» Available data:
/**
 * Records one delivery as the plant's intake laboratory does: the load, its routine and sealed
 * retained samples with their custody, the readings on a checked instrument, and the verdict under
 * the rules in force when the sample was tested. A rejected or deducted load is notified to the
 * supplier at once; that moment opens the contest window.
 */
export async function recordIntake(db: Db, actor: Actor, rawInput: unknown, context: { origin?: string; now?: Date } = {}) {
  assertCan(actor, 'delivery', 'record');
  assertCan(actor, 'intake', 'record');
  const parsed = intakeInputSchema.safeParse(rawInput);
  if (!parsed.success) throw invalidInput(parsed.error);
  const input = parsed.data;
  const now = context.now ?? new Date();

  const recorded = await db.transaction(async (tx) => {
    const [farm] = await tx
      .select({ id: supplierFarm.id, organisationId: supplierFarm.organisationId, kind: organisation.kind })
      .from(supplierFarm)
      .innerJoin(organisation, eq(organisation.id, supplierFarm.organisationId))
      .where(eq(supplierFarm.id, input.farmId));
    if (!farm || farm.kind !== 'supplier') throw fieldError('farmId', 'That farm is not registered with the scheme.');

    const [device] = await tx.select().from(instrument).where(and(eq(instrument.id, input.instrumentId), eq(instrument.organisationId, actor.organisationId)));
    if (!device) throw fieldError('instrumentId', 'Choose one of your laboratory’s instruments.');

    const rules = await rulesInForce(tx, input.testedAt);
    if (!rules) throw new AppError('unavailable', `No scheme rules were in force on ${formatDateTime(input.testedAt)}; ask the scheme’s administrator.`);

    const status = await instrumentStatusFor(tx, device.id, input.testedAt, device.active);
    let calibrationWarning: string | null = null;
    if (status.state === 'unfit') {
      if (status.reason === 'retired') throw fieldError('instrumentId', 'This instrument is out of service.');
      if (!rules.rules.calibration.allowUnfitWithWarning) {
        throw new AppError('conflict', `Refused: instrument ${device.serialNumber} had no passing calibration check in force when the sample was tested. Run a check first, then test the sample again.`, {
          fieldErrors: { instrumentId: [`${status.label}. The scheme does not allow intake tests on such an instrument.`] },
        });
      }
      if (!input.acknowledgeUnfit) {
        throw fieldError('acknowledgeUnfit', `${status.label}. The scheme allows the result only with a warning that goes with it to the supplier and the board: confirm it.`);
      }
      calibrationWarning = `Tested on ${device.serialNumber} without a passing calibration check in force (${status.label.replace(/^Unfit: /, '')}).`;
    }

    const values = input.readings.map((r) => r.value);
    const result = readingsOk(values, rules.rules.precision);

    const routineCode = input.routineCode ?? `R-${input.reference}`;
    const retainedCode = input.retainedCode ?? `K-${input.reference}`;
    if (routineCode === retainedCode) throw fieldError('retainedCode', 'The retained sample needs a code of its own.');
    const [taken] = await tx.select({ id: delivery.id }).from(delivery).where(eq(delivery.reference, input.reference));
    if (taken) throw fieldError('reference', 'A delivery with this reference is already recorded.');
    const codes = await tx.select({ code: sample.code }).from(sample).where(inArray(sample.code, [routineCode, retainedCode]));
    for (const { code } of codes) {
      throw fieldError(code === routineCode ? 'routineCode' : 'retainedCode', `A sample with the code ${code} is already recorded.`);
    }

    const verdict = intakeVerdict({ value: result.value, readingsUsed: result.used, volumeLitres: input.volumeLitres, rules: rules.rules });
    const notifiedAt = verdict.verdict === 'accepted' ? null : now;

    const [load] = await tx
      .insert(delivery)
      .values({
        reference: input.reference,
        plantOrganisationId: actor.organisationId,
        supplierOrganisationId: farm.organisationId,
        farmId: farm.id,
        collectedAt: input.collectedAt,
        receivedAt: input.receivedAt,
        volumeLitres: input.volumeLitres,
        tanker: input.tanker,
        compartment: input.compartment,
        receiptTempTenthMilliC: toTenthMilliC(input.receiptTemperature),
      })
      .returning({ id: delivery.id });
    const [routine] = await tx
      .insert(sample)
      .values({ deliveryId: load.id, code: routineCode, kind: 'routine', sampledAt: input.collectedAt, storage: 'Intake bench' })
      .returning({ id: sample.id });
    const [retained] = await tx
      .insert(sample)
      .values({ deliveryId: load.id, code: retainedCode, kind: 'retained', sealNumber: input.sealNumber, preservative: 'None', storage: input.retainedLocation, sampledAt: input.collectedAt })
      .returning({ id: sample.id });
    // Sealed at the farm tank when the load was collected, stored cold on arrival: the chain a retest rests on.
    await tx.insert(custodyEvent).values([
      { sampleId: retained.id, kind: 'sealed', at: input.collectedAt, actorUserId: actor.userId, organisationId: actor.organisationId, location: `Tanker ${input.tanker}, compartment ${input.compartment}`, sealIntact: true, note: `Seal ${input.sealNumber}` },
      {
        sampleId: retained.id,
        kind: 'stored',
        at: input.receivedAt,
        actorUserId: actor.userId,
        organisationId: actor.organisationId,
        location: input.retainedLocation,
        tempTenthMilliC: toTenthMilliC(input.retainedTemperature),
        sealIntact: true,
        frozen: false,
      },
    ]);
    const [set] = await tx
      .insert(measurementSet)
      .values({
        sampleId: routine.id,
        organisationId: actor.organisationId,
        instrumentId: device.id,
        calibrationCheckId: status.check?.id ?? null,
        calibrationWarning,
        purpose: 'intake',
        analystName: input.analystName,
        testedAt: input.testedAt,
        sampleTempTenthMilliC: toTenthMilliC(input.sampleTemperature),
        preparation: input.preparation,
        resultTenthMilliC: toTenthMilliC(result.value),
        resultBasis: result.basis,
        readingsUsed: result.used,
        createdBy: actor.userId,
        submittedAt: now,
      })
      .returning({ id: measurementSet.id });
    await tx.insert(reading).values(input.readings.map((r, i) => ({ measurementSetId: set.id, position: i + 1, valueTenthMilliC: toTenthMilliC(r.value), flag: r.flag })));
    const [row] = await tx
      .insert(intakeResult)
      .values({
        deliveryId: load.id,
        measurementSetId: set.id,
        rulesVersionId: rules.id,
        valueTenthMilliC: toTenthMilliC(result.value),
        limitTenthMilliC: toTenthMilliC(verdict.limit),
        decisionRule: rules.rules.decisionRule,
        verdict: verdict.verdict,
        addedWaterBasisPoints: Math.round(verdict.addedWaterPercent * 100),
        amountMinor: verdict.amountMinor,
        currency: rules.rules.currency,
        decidedBy: actor.userId,
        decidedAt: now,
        notifiedAt,
      })
      .returning();
    await recordAudit(tx, { actorUserId: actor.userId, actorOrganisationId: actor.organisationId, origin: context.origin, at: now }, {
      action: 'intake.recorded',
      objectType: 'intake_result',
      objectId: row.id,
      change: {
        deliveryId: load.id,
        reference: input.reference,
        verdict: row.verdict,
        valueTenthMilliC: row.valueTenthMilliC,
        amountMinor: row.amountMinor,
        rulesVersion: rules.version,
        calibrationCheckId: status.check?.id ?? null,
        calibrationWarning,
        notifiedAt: notifiedAt?.toISOString() ?? null,
      },
    });
    return { intakeResult: row, deliveryId: load.id, verdict, calibrationWarning, rulesVersion: rules.version };
  });

  const mail = recorded.intakeResult.notifiedAt ? await sendIntakeNotice(db, recorded.intakeResult.id, verdictDetail(recorded.verdict)) : null;
  return { ...recorded, mail };
}

function verdictDetail(verdict: ReturnType<typeof intakeVerdict>) {
  return { acceptanceLimit: verdict.acceptanceLimit, limitApplied: verdict.limitApplied, arithmetic: verdict.arithmetic };
}

/**
 * Corrects an intake result before anyone disputes it. Nothing is edited: the original result and
 * its readings stay as they were, marked superseded, and a new result holds the corrected readings,
 * who corrected it, when and why (ISO/IEC 17025 7.5.2). It is judged under the rules version of the
 * original, and the supplier is told again.
 */
export async function correctIntake(db: Db, actor: Actor, rawInput: unknown, context: { origin?: string; now?: Date } = {}) {
  assertCan(actor, 'intake', 'correct');
  const parsed = correctionInputSchema.safeParse(rawInput);
  if (!parsed.success) throw invalidInput(parsed.error);
  const input = parsed.data;
  const now = context.now ?? new Date();

  const corrected = await db.transaction(async (tx) => {
    const [original] = await tx
      .select({ result: intakeResult, volumeLitres: delivery.volumeLitres, reference: delivery.reference })
      .from(intakeResult)
      .innerJoin(delivery, eq(delivery.id, intakeResult.deliveryId))
      .where(and(eq(intakeResult.id, input.intakeResultId), eq(delivery.plantOrganisationId, actor.organisationId)))
      .for('update', { of: intakeResult });
    if (!original) throw notFound('That intake result');
    if (original.result.supersededAt) throw new AppError('conflict', 'This result has already been corrected; correct the current result instead.');
    const [dispute] = await tx.select({ number: disputeCase.number }).from(disputeCase).where(eq(disputeCase.deliveryId, original.result.deliveryId)).limit(1);
    if (dispute) throw new AppError('conflict', `This result is disputed in ${dispute.number}; it can no longer be corrected here. Tell the board in the case file.`);

    const rules = await rulesVersion(tx, original.result.rulesVersionId);
    if (!rules) throw new AppError('unavailable', 'The rules this result was made under are missing.');
    const [set] = await tx.select().from(measurementSet).where(eq(measurementSet.id, original.result.measurementSetId));
    const values = input.readings.map((r) => r.value);
    const result = readingsOk(values, rules.rules.precision);
    const verdict = intakeVerdict({ value: result.value, readingsUsed: result.used, volumeLitres: original.volumeLitres, rules: rules.rules });
    const notifiedAt = verdict.verdict !== 'accepted' || original.result.notifiedAt ? now : null;

    const [newSet] = await tx
      .insert(measurementSet)
      .values({
        sampleId: set.sampleId,
        organisationId: set.organisationId,
        instrumentId: set.instrumentId,
        calibrationCheckId: set.calibrationCheckId,
        calibrationWarning: set.calibrationWarning,
        purpose: 'intake',
        analystName: set.analystName,
        testedAt: set.testedAt,
        sampleTempTenthMilliC: toTenthMilliC(input.sampleTemperature),
        preparation: input.preparation,
        resultTenthMilliC: toTenthMilliC(result.value),
        resultBasis: result.basis,
        readingsUsed: result.used,
        createdBy: actor.userId,
        submittedAt: now,
      })
      .returning({ id: measurementSet.id });
    await tx.insert(reading).values(input.readings.map((r, i) => ({ measurementSetId: newSet.id, position: i + 1, valueTenthMilliC: toTenthMilliC(r.value), flag: r.flag })));

    // Conditional on still being current, so two corrections at once cannot both supersede it.
    const superseded = await tx
      .update(intakeResult)
      .set({ supersededAt: now })
      .where(and(eq(intakeResult.id, original.result.id), isNull(intakeResult.supersededAt)))
      .returning({ id: intakeResult.id });
    if (superseded.length !== 1) throw new AppError('conflict', 'This result was corrected by someone else a moment ago; reload and check.');

    const [row] = await tx
      .insert(intakeResult)
      .values({
        deliveryId: original.result.deliveryId,
        measurementSetId: newSet.id,
        rulesVersionId: rules.id,
        valueTenthMilliC: toTenthMilliC(result.value),
        limitTenthMilliC: toTenthMilliC(verdict.limit),
        decisionRule: rules.rules.decisionRule,
        verdict: verdict.verdict,
        addedWaterBasisPoints: Math.round(verdict.addedWaterPercent * 100),
        amountMinor: verdict.amountMinor,
        currency: rules.rules.currency,
        decidedBy: actor.userId,
        decidedAt: now,
        notifiedAt,
        supersedesId: original.result.id,
        correctionReason: input.reason,
      })
      .returning();
    await recordAudit(tx, { actorUserId: actor.userId, actorOrganisationId: actor.organisationId, origin: context.origin, at: now }, {
      action: 'intake.corrected',
      objectType: 'intake_result',
      objectId: row.id,
      change: {
        deliveryId: row.deliveryId,
        supersedes: original.result.id,
        reason: input.reason,
        from: { verdict: original.result.verdict, valueTenthMilliC: original.result.valueTenthMilliC, amountMinor: original.result.amountMinor },
        to: { verdict: row.verdict, valueTenthMilliC: row.valueTenthMilliC, amountMinor: row.amountMinor },
        rulesVersion: rules.version,
        notifiedAt: notifiedAt?.toISOString() ?? null,
      },
    });
    return { intakeResult: row, original: original.result, verdict, deliveryId: row.deliveryId };
  });

  const mail = corrected.intakeResult.notifiedAt ? await sendIntakeNotice(db, corrected.intakeResult.id, verdictDetail(corrected.verdict)) : null;
  return { ...corrected, mail };
}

» Problem: Your output is to be the lines of the listing, exact and complete, starting at the first and ending with the line that contains "if (status.state === 'unfit')".

» Solution to the problem:
/**
 * Records one delivery as the plant's intake laboratory does: the load, its routine and sealed
 * retained samples with their custody, the readings on a checked instrument, and the verdict under
 * the rules in force when the sample was tested. A rejected or deducted load is notified to the
 * supplier at once; that moment opens the contest window.
 */
export async function recordIntake(db: Db, actor: Actor, rawInput: unknown, context: { origin?: string; now?: Date } = {}) {
  assertCan(actor, 'delivery', 'record');
  assertCan(actor, 'intake', 'record');
  const parsed = intakeInputSchema.safeParse(rawInput);
  if (!parsed.success) throw invalidInput(parsed.error);
  const input = parsed.data;
  const now = context.now ?? new Date();

  const recorded = await db.transaction(async (tx) => {
    const [farm] = await tx
      .select({ id: supplierFarm.id, organisationId: supplierFarm.organisationId, kind: organisation.kind })
      .from(supplierFarm)
      .innerJoin(organisation, eq(organisation.id, supplierFarm.organisationId))
      .where(eq(supplierFarm.id, input.farmId));
    if (!farm || farm.kind !== 'supplier') throw fieldError('farmId', 'That farm is not registered with the scheme.');

    const [device] = await tx.select().from(instrument).where(and(eq(instrument.id, input.instrumentId), eq(instrument.organisationId, actor.organisationId)));
    if (!device) throw fieldError('instrumentId', 'Choose one of your laboratory’s instruments.');

    const rules = await rulesInForce(tx, input.testedAt);
    if (!rules) throw new AppError('unavailable', `No scheme rules were in force on ${formatDateTime(input.testedAt)}; ask the scheme’s administrator.`);

    const status = await instrumentStatusFor(tx, device.id, input.testedAt, device.active);
    let calibrationWarning: string | null = null;
    if (status.state === 'unfit') {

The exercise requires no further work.